Saved entries
========

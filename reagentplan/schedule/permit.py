"""SO2 permit exceedances of a planned balance, as breaches the plan reports.

The balance's ``so2_over_limit`` flags the days on which the rolling average of SO2
emitted per unit of heat input [kg/GJ] over the permit's averaging period is above the
permit limit the user entered.  Each run of such days becomes one breach, named like
the store breaches (``store`` = ``so2_permit``), so that ``summary.json``, the console
and the exit code say so: a plan that keeps every store within its limits but cannot
keep the stack within its permit is not a sound plan.

References
----------
40 CFR Part 60, Subpart Da (SO2 compliance as a rolling average of the emission rate
over boiler operating days; from memory): the average is the emissions of the period
over its heat input, as `reagentplan.balance` computes it.  The station's own permit
governs its period and limit.
"""

from __future__ import annotations

import numpy as np
import pandas as pd

#: The name permit breaches carry in the ``store`` field.
PERMIT = "so2_permit"


def runs(flags: np.ndarray) -> list[tuple[int, int]]:
    """(first, last) index of each run of True in a boolean array [-]."""
    flags = np.asarray(flags, dtype=bool)
    if not flags.any():
        return []
    edges = np.diff(np.concatenate([[0], flags.astype(int), [0]]))
    return list(zip(np.flatnonzero(edges == 1), np.flatnonzero(edges == -1) - 1))


def permit_breaches(balance: pd.DataFrame, removal_pct: float | None = None) -> list[dict]:
    """One breach per run of days over the SO2 permit's rolling limit.

    ``tonnes`` is the SO2 emitted above what the limit allows on those days [t]:
    sum of max(emitted − limit × heat input, 0), with the limit [kg/GJ] and heat input
    [GJ/d].  ``removal_pct`` [%] is named in the cause when given.
    """
    if "so2_over_limit" not in balance or not balance["so2_over_limit"].astype(bool).any():
        return []
    over = balance["so2_over_limit"].to_numpy(dtype=bool)
    limit = balance["so2_limit_kg_per_gj"].to_numpy(dtype=float)
    excess = np.clip(balance["so2_emitted_t"].to_numpy(dtype=float)
                     - limit * balance["heat_input_gj"].to_numpy(dtype=float) / 1000.0, 0, None)
    dates = pd.to_datetime(balance["date"])
    out = []
    for a, b in runs(over):
        peak = float(np.nanmax(balance["so2_rolling_kg_per_gj"].to_numpy(dtype=float)[a:b + 1]))
        removal = f" at {removal_pct:g} % removal" if removal_pct is not None else ""
        out.append({
            "store": PERMIT, "kind": "over the SO2 permit limit",
            "first_date": f"{dates.iloc[a]:%Y-%m-%d}", "last_date": f"{dates.iloc[b]:%Y-%m-%d}",
            "tonnes": round(float(excess[a:b + 1].sum()), 1),
            "cause": (f"the rolling SO2 average reaches {peak:.3g} kg/GJ against a limit of "
                      f"{float(limit[a]):.3g} kg/GJ: the scrubber{removal} leaves more SO2 than "
                      "the permit allows for this coal; raise the removal, burn lower-sulfur "
                      "coal, or ask the permit's engineer"),
        })
    return out


__all__ = ["PERMIT", "permit_breaches", "runs"]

========

**WORK ORDER**
In the records above, find the line containing "emitted per unit" and restate word for word every line from the first through that one.

**OUTPUT OF THE TASK**
filename reagentplan/schedule/permit.py
"""SO2 permit exceedances of a planned balance, as breaches the plan reports.

The balance's ``so2_over_limit`` flags the days on which the rolling average of SO2
emitted per unit of heat input [kg/GJ] over the permit's averaging period is above the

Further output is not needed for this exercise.